> _To do_:
Wherever the string "kind" occurs in a line of these records, report that line.

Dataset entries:
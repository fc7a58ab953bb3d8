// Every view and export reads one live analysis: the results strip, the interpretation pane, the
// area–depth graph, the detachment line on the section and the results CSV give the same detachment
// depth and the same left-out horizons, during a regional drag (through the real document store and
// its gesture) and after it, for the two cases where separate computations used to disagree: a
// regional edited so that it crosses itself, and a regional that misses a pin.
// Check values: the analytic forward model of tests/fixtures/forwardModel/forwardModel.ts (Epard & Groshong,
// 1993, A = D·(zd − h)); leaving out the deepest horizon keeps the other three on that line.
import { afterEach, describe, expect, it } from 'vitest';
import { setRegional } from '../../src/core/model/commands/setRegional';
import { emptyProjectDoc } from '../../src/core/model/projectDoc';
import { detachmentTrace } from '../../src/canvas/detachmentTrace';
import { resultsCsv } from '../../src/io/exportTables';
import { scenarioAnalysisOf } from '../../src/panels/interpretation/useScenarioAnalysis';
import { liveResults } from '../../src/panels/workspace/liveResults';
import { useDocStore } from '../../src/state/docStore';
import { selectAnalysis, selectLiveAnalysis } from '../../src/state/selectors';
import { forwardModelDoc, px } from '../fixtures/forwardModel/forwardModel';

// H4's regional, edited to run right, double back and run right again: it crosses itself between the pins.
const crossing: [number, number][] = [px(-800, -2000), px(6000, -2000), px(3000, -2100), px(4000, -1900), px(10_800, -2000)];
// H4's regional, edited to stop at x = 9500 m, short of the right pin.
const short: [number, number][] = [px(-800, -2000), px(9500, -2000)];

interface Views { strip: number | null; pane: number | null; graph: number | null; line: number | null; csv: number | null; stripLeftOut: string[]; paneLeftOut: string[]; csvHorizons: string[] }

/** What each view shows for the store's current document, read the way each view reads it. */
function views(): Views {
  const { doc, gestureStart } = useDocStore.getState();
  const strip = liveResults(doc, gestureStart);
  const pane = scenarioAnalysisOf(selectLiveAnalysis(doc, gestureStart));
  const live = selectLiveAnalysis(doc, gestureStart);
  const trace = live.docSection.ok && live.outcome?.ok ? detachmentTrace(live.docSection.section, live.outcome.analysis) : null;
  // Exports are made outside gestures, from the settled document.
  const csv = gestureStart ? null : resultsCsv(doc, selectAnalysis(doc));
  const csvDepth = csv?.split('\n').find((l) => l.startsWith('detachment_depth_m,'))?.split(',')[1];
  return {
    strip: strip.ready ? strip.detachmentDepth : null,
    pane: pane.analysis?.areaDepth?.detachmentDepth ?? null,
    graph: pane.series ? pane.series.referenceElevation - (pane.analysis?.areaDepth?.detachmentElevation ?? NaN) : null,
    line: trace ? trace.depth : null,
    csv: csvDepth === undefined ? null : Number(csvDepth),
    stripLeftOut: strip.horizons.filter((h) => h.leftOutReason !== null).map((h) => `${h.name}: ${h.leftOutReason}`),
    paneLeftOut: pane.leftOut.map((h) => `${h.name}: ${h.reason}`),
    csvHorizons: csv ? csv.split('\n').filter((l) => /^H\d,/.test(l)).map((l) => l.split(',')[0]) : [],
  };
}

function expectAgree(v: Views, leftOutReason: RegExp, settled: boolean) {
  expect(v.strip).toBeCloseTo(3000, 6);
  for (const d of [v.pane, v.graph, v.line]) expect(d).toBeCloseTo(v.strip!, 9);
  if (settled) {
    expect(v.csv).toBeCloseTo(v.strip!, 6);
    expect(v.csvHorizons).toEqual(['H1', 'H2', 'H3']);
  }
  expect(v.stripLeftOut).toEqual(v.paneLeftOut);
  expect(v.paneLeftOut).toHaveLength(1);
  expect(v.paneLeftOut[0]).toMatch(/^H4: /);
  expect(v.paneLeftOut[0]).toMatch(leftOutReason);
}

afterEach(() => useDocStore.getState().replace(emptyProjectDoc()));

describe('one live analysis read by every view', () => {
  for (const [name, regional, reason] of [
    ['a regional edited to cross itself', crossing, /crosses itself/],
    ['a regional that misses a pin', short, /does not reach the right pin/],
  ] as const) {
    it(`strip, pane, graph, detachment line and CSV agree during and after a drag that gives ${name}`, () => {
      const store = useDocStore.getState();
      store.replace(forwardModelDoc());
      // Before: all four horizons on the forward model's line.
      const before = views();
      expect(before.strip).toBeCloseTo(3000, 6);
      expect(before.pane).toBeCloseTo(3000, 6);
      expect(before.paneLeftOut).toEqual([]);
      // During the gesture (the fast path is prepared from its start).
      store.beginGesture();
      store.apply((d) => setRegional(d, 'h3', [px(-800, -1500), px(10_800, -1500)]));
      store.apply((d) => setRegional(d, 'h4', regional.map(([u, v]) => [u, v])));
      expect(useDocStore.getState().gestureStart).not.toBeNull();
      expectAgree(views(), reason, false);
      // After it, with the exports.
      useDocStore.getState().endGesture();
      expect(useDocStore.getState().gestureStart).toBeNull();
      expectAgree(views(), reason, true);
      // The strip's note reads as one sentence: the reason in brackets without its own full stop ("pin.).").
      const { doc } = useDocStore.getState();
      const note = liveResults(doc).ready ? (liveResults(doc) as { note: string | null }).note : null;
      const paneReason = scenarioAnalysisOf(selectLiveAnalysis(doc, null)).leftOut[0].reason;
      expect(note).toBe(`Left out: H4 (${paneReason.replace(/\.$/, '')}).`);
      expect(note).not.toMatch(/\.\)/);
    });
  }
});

* * *

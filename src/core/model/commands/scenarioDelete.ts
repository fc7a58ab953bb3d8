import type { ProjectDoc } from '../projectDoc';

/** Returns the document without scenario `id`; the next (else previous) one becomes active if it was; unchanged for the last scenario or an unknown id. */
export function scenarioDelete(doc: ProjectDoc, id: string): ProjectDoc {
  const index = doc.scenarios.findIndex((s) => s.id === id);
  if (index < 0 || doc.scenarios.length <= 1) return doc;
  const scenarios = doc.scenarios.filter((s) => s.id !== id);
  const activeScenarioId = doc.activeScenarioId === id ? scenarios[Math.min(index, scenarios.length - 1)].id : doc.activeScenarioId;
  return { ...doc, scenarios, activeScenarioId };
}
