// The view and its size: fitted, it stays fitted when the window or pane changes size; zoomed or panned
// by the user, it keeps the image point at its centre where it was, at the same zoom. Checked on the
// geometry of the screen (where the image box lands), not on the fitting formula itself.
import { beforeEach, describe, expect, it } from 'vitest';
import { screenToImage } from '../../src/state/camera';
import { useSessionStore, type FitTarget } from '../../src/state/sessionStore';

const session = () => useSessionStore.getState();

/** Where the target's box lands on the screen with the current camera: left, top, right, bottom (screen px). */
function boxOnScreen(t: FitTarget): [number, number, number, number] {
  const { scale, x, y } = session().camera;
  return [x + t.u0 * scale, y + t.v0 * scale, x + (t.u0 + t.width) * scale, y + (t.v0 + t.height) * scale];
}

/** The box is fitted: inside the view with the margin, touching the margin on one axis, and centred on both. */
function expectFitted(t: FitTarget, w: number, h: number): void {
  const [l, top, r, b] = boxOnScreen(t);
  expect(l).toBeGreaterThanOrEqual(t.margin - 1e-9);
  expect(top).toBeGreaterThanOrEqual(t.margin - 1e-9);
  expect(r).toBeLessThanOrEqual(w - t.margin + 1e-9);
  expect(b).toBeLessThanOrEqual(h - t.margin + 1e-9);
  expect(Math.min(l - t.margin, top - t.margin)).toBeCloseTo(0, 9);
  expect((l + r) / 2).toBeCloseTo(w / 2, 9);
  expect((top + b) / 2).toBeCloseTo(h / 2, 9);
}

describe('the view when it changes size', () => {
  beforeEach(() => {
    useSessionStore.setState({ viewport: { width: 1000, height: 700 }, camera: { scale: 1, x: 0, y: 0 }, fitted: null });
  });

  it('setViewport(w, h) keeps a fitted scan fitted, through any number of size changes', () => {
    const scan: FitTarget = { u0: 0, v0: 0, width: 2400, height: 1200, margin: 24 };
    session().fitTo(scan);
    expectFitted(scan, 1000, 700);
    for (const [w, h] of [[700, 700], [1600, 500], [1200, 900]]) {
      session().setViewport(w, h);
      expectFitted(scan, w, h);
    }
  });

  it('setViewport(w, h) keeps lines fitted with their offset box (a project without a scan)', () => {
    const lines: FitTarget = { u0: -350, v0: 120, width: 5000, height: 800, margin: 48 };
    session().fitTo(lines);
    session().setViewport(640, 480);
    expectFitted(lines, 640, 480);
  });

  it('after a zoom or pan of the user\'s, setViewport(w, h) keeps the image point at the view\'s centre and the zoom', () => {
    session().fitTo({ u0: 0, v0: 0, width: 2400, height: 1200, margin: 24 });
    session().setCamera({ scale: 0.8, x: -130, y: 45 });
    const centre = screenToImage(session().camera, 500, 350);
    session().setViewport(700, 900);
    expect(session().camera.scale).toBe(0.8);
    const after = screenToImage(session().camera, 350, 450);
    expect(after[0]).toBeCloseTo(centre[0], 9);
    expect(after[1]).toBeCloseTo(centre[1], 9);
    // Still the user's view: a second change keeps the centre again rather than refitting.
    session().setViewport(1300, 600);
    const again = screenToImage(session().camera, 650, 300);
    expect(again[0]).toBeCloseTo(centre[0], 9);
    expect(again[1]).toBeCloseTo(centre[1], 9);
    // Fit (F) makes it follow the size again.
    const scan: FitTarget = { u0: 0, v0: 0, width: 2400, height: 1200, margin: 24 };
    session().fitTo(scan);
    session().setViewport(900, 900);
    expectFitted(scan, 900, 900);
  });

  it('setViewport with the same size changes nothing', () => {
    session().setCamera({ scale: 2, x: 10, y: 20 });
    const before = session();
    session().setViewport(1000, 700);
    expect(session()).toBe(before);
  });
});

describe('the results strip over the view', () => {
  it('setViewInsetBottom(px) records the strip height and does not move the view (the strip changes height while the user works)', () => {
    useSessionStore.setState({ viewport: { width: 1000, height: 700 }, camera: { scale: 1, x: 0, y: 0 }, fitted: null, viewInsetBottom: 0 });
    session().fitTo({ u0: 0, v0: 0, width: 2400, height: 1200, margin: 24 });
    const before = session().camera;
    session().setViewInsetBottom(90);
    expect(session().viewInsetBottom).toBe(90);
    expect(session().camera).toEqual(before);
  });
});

...

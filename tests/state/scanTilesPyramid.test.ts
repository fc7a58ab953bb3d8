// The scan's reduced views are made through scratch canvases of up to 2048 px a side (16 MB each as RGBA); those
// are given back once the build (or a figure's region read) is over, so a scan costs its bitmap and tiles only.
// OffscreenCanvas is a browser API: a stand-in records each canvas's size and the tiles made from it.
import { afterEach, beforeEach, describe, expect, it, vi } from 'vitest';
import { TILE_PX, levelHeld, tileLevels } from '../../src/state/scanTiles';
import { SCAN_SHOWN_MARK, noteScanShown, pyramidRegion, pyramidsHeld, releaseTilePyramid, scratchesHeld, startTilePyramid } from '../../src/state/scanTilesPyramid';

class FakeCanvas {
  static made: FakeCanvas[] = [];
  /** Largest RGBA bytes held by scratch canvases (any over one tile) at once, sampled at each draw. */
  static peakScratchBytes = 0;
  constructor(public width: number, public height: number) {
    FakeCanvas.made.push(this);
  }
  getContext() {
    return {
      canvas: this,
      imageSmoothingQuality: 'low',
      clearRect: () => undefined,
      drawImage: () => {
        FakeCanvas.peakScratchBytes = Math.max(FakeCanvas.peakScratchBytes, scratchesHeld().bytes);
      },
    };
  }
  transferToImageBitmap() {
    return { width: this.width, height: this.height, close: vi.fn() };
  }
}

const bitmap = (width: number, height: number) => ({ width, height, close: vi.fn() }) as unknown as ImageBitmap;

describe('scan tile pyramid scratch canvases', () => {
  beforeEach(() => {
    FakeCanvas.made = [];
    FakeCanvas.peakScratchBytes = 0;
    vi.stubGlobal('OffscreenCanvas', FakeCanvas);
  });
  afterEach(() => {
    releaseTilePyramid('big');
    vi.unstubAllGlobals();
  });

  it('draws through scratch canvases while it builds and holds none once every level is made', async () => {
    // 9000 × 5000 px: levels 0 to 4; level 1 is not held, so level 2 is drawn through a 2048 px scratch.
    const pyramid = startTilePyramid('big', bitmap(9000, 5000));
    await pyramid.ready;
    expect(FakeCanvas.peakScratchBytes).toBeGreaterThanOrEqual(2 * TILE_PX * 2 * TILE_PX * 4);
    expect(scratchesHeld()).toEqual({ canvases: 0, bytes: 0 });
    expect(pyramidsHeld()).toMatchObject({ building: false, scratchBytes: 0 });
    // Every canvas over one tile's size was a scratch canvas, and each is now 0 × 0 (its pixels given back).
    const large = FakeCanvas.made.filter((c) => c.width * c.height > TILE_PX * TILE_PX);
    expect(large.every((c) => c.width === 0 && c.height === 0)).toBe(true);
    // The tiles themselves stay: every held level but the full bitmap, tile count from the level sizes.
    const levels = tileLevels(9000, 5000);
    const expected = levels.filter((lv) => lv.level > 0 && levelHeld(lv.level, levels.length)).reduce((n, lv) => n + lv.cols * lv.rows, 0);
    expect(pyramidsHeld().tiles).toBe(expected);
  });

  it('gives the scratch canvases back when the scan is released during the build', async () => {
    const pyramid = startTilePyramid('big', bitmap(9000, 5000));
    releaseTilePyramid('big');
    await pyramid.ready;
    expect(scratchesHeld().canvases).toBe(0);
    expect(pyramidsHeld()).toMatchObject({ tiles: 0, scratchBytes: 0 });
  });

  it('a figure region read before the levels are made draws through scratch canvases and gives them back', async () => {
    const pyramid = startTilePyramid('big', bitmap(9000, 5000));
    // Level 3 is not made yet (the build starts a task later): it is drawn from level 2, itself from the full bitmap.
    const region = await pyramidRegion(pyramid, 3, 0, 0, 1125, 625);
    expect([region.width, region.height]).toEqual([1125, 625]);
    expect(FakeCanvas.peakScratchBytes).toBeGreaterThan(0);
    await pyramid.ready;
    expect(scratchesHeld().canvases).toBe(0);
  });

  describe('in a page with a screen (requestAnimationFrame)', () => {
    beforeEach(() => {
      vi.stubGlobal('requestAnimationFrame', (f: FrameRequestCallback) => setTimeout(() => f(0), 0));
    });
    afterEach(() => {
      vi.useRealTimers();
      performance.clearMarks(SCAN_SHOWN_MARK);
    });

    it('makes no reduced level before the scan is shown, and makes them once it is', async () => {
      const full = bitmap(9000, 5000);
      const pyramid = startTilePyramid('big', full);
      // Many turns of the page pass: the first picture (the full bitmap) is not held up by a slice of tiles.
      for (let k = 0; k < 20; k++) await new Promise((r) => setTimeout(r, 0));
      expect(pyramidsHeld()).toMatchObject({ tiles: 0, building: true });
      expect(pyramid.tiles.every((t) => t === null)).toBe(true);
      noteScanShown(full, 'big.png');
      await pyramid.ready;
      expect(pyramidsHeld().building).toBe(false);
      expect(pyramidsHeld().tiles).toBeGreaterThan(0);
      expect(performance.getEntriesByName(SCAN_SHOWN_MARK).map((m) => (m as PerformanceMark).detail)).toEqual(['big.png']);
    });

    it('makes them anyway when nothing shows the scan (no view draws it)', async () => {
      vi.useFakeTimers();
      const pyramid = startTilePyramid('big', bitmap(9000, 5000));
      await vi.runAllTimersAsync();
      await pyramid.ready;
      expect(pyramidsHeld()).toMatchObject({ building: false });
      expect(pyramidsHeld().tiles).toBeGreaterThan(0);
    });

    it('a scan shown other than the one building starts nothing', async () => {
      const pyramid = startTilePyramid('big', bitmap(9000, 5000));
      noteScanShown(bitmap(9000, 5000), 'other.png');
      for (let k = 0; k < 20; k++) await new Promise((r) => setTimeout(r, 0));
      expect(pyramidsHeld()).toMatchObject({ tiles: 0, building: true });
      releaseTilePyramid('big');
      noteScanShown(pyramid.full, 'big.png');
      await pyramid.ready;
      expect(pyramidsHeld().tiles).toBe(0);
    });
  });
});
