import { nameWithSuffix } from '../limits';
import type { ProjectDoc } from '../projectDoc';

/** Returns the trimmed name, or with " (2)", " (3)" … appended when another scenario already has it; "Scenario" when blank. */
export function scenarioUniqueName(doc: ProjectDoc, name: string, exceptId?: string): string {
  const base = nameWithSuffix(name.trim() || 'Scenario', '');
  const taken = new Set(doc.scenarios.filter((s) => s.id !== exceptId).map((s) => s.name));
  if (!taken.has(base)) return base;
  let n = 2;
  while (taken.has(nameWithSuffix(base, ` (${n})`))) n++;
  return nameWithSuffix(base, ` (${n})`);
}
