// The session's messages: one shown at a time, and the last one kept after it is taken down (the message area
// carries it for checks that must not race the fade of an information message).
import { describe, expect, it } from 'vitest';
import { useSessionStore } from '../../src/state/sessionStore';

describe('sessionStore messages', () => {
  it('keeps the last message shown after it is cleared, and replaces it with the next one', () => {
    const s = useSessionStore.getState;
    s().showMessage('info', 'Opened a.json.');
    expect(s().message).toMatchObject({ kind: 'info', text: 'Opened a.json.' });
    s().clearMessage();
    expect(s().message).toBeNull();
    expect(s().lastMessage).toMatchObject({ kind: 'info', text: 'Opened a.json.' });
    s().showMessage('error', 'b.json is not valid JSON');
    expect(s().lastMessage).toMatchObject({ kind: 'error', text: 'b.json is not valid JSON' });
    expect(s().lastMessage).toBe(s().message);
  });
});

> _Response below_:
    expect(s().message).toMatchObject({ kind: 'info', text: 'Opened a.json.' });
    expect(s().lastMessage).toMatchObject({ kind: 'info', text: 'Opened a.json.' });
    expect(s().lastMessage).toMatchObject({ kind: 'error', text: 'b.json is not valid JSON' });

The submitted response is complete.